🤖 AI Summary
This study addresses the lack of intelligent deployment strategies for Kubernetes control plane nodes in multi-region heterogeneous cloud-edge environments that jointly consider resource capacity and network topology, a gap leading to degraded performance and insufficient resilience. To tackle this challenge, the work proposes a data-driven, adaptive node placement approach by introducing, for the first time, a Neural Contextual Bandit reinforcement learning framework into control plane deployment. The method dynamically optimizes node placement by integrating infrastructure resource metrics with network characteristics. Experimental results demonstrate that the proposed approach significantly outperforms existing baselines across diverse geographical distributions and cluster configurations, effectively enhancing both overall cluster performance and robustness.
📝 Abstract
The placement of Kubernetes control-plane nodes is critical to ensuring cluster reliability, scalability, and performance, and therefore represents a significant deployment challenge in heterogeneous, multi-region environments. Existing initialisation procedures typically select control-plane hosts arbitrarily, without considering node resource capacity or network topology, often leading to suboptimal cluster performance and reduced resilience. Given Kubernetes's status as the de facto standard for container orchestration, there is a need to rigorously evaluate how control-plane node placement influences the overall performance of the cluster operating across multiple regions.
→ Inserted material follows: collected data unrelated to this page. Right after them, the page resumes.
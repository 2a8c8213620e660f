"""Cover classes per period and the from-to change between two periods, per zone (lazy).

A period is a range of calendar years. Its fractions are, per pixel and endmember, the median of the
valid dates inside it (dates with no data are skipped; a pixel with none stays NaN). The class of a
pixel is its dominant endmember, or the first ``class`` line of the rules file whose thresholds
hold (:mod:`unmix.cover`). Two periods' class maps give a from-to table of ground areas [ha] per
zone: the conversions between cover classes, beside the trajectories that describe modifications
within a class.

References
----------
Olofsson, P., Foody, G. M., Herold, M., Stehman, S. V., Woodcock, C. E., & Wulder, M. A. (2014).
Good practices for estimating area and assessing accuracy of land change. Remote Sensing of
Environment, 148, 42-57. doi:10.1016/j.rse.2014.02.015
"""

from __future__ import annotations

import re
import warnings
from dataclasses import dataclass

import numpy as np
import pandas as pd
import xarray as xr

from ..cover import ClassRule, class_names_of, dominant_class, rule_classes
from ..errors import InputError
from .zones import NO_DATA, zone_area_table

__all__ = ["Period", "parse_periods", "default_periods", "period_fractions", "period_classes",
           "from_to_table", "from_to_frame"]


@dataclass(frozen=True)
class Period:
    """Calendar years ``first`` to ``last``, both included."""

    first: int
    last: int

    @property
    def label(self) -> str:
        return str(self.first) if self.first == self.last else f"{self.first}-{self.last}"


_PERIOD = re.compile(r"\s*(\d{4})\s*(?:-\s*(\d{4}))?\s*\Z")


def parse_periods(text: str) -> tuple[Period, Period]:
    """Two periods from ``"2005-2006,2013-2014"`` (a single year ``"2005"`` is a one-year period).

    Examples
    --------
    >>> parse_periods("2005-2006,2014")
    (Period(first=2005, last=2006), Period(first=2014, last=2014))
    """
    parts = text.split(",")
    hint = "write two year ranges, e.g. '2005-2006,2013-2014'"
    if len(parts) != 2:
        raise InputError(f"--periods {text!r}: {hint}")
    out = []
    for part in parts:
        m = _PERIOD.match(part)
        if not m:
            raise InputError(f"--periods {text!r}: {part.strip()!r} is not a year or a year range; {hint}")
        first, last = int(m.group(1)), int(m.group(2) or m.group(1))
        if last < first:
            raise InputError(f"--periods {text!r}: {part.strip()!r} ends before it starts; {hint}")
        out.append(Period(first, last))
    return out[0], out[1]


def default_periods(times) -> tuple[Period, Period]:
    """The first and the last calendar year of a record."""
    years = pd.DatetimeIndex(np.asarray(times)).year
    return Period(int(years.min()), int(years.min())), Period(int(years.max()), int(years.max()))


def _nanmedian(block, axis):
    with warnings.catch_warnings():
        warnings.simplefilter("ignore", RuntimeWarning)  # all-NaN pixels stay NaN
        return np.nanmedian(block, axis=axis).astype(block.dtype, copy=False)


def period_fractions(fractions: xr.DataArray, period: Period) -> xr.DataArray:
    """Per-pixel median over the period's dates of each endmember's fraction (NaN dates skipped).

    Parameters
    ----------
    fractions : xarray.DataArray
        (time, endmember, y, x), lazy or not.
    period : Period

    Returns
    -------
    xarray.DataArray
        (endmember, y, x), same dtype; lazy when the input is.

    Raises
    ------
    InputError
        No date of the record falls in the period (the record's years are named).
    """
    years = fractions["time"].dt.year
    inside = (years >= period.first) & (years <= period.last)
    if not bool(inside.any()):
        have = sorted(set(int(y) for y in years.values))
        raise InputError(f"period {period.label} holds no date of the record (years {have[0]}..{have[-1]}); "
                         "choose --periods within the record")
    sub = fractions.isel(time=np.flatnonzero(inside.values))
    if sub.chunks is not None:
        sub = sub.chunk({"time": -1})
    return xr.apply_ufunc(_nanmedian, sub, input_core_dims=[["time"]], kwargs={"axis": -1},
                          dask="parallelized", output_dtypes=[sub.dtype])


def _classes_block(block, rules, endmembers):
    if rules:
        return rule_classes(block, rules, endmembers)
    return dominant_class(block)


def period_classes(fractions: xr.DataArray, period: Period,
                   rules: list[ClassRule] | None = None) -> tuple[xr.DataArray, list[str]]:
    """Cover class of each pixel in a period: the dominant endmember, or the first class rule that holds.

    Parameters
    ----------
    fractions : xarray.DataArray
        (time, endmember, y, x).
    period : Period
    rules : list of ClassRule, optional
        ``class`` lines of the rules file; none: the dominant endmember.

    Returns
    -------
    classes : xarray.DataArray
        (y, x) int16 codes into ``names``; -1 where the period has no valid fraction.
    names : list of str
        The endmember names, or the rule classes then ``unclassified``.
    """
    endmembers = [str(e) for e in fractions["endmember"].values]
    med = period_fractions(fractions, period)
    if med.chunks is not None:
        med = med.chunk({"endmember": -1})
    codes = xr.apply_ufunc(_classes_block, med, input_core_dims=[["endmember"]],
                           kwargs={"rules": list(rules or []), "endmembers": endmembers},
                           dask="parallelized", output_dtypes=[np.int16]).transpose("y", "x")
    names = class_names_of(rules) if rules else endmembers
    codes.attrs = {
        "long_name": f"cover class {period.label}",
        "flag_values": np.arange(-1, len(names), dtype=np.int16),
        "flag_meanings": " ".join([NO_DATA, *names]),
        "comment": ("class of the per-pixel median fractions of the period's dates: "
                    + ("first class rule that holds" if rules else "dominant endmember")),
    }
    return codes, names


def from_to_table(before: xr.DataArray, after: xr.DataArray, class_names, weights: xr.DataArray | None,
                  row_area=None) -> xr.Dataset:
    """Ground area [ha] moving from each class of one period to each class of another, per zone.

    Parameters
    ----------
    before, after : xarray.DataArray
        (y, x) class codes (:func:`period_classes`), -1 for no data.
    class_names : sequence of str
    weights : xarray.DataArray or None
        (zone, y, x) from :func:`unmix.cube.zones.zone_weights`; None: the whole map only.
    row_area : (ny,) ndarray, optional
        Pixel area per row [m^2]; by default from the grid.

    Returns
    -------
    xarray.Dataset
        ``area_ha`` and ``pixels`` on (zone, from_class, to_class), classes then ``no_data``; the
        zones then ``all_zones``, ``outside_zones``, ``whole_map``. Lazy when the inputs are.

    Examples
    --------
    >>> import shapely
    >>> from unmix.cube.zones import Zones, zone_weights
    >>> g = {"y": [1.5, 0.5], "x": [0.5, 1.5]}
    >>> a = xr.DataArray(np.array([[0, 0], [1, -1]], np.int16), dims=("y", "x"), coords=g)
    >>> b = xr.DataArray(np.array([[0, 1], [1, 1]], np.int16), dims=("y", "x"), coords=g)
    >>> w = zone_weights(Zones(("z",), (shapely.box(0, 0, 2, 2),)), a)
    >>> t = from_to_table(a, b, ["wood", "bare"], w, row_area=np.full(2, 1e4))
    >>> t["area_ha"].sel(zone="z").values.tolist()
    [[1.0, 1.0, 0.0], [0.0, 1.0, 0.0], [0.0, 1.0, 0.0]]
    """
    n = len(class_names) + 1

    def index(codes):
        return xr.where((codes >= 0) & (codes < n - 1), codes, n - 1).astype(np.int32)

    pairs = index(before) * n + index(after)
    pair_names = [f"{i}>{j}" for i in range(n) for j in range(n)]
    table = zone_area_table(pairs, pair_names, weights, row_area=row_area)
    names = [str(c) for c in class_names] + [NO_DATA]
    out = {}
    for var in ("area_ha", "pixels"):
        v = table[var].isel({"class": slice(0, n * n)}).data.reshape(table.sizes["zone"], n, n)
        out[var] = xr.DataArray(v, dims=("zone", "from_class", "to_class"),
                                coords={"zone": table["zone"].values, "from_class": names, "to_class": names},
                                attrs=dict(table[var].attrs))
    return xr.Dataset(out)


def from_to_frame(table: xr.Dataset, before: Period, after: Period) -> pd.DataFrame:
    """A from-to table as rows (zone, from class) and one column of hectares per to-class."""
    area = table["area_ha"].values
    rows = []
    for z, zone in enumerate(table["zone"].values):
        for i, name in enumerate(table["from_class"].values):
            row = {"zone": str(zone), "from_period": before.label, "to_period": after.label,
                   "from_class": str(name)}
            row.update({str(to): float(area[z, i, j]) for j, to in enumerate(table["to_class"].values)})
            rows.append(row)
    return pd.DataFrame(rows)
This paper advances this goal by introducing an intelligent methodology for selecting control-plane node placement across dynamically selected Cloud-Edge resources spanning multiple regions, as part of an automated orchestration system. More specifically, we propose a reinforcement learning framework based on neural contextual bandits that observes operational performance and learns optimal control-plane placement policies from infrastructure characteristics. Experimental evaluation across several geographically distributed regions and multiple cluster configurations demonstrates substantial performance improvements over several baseline approaches.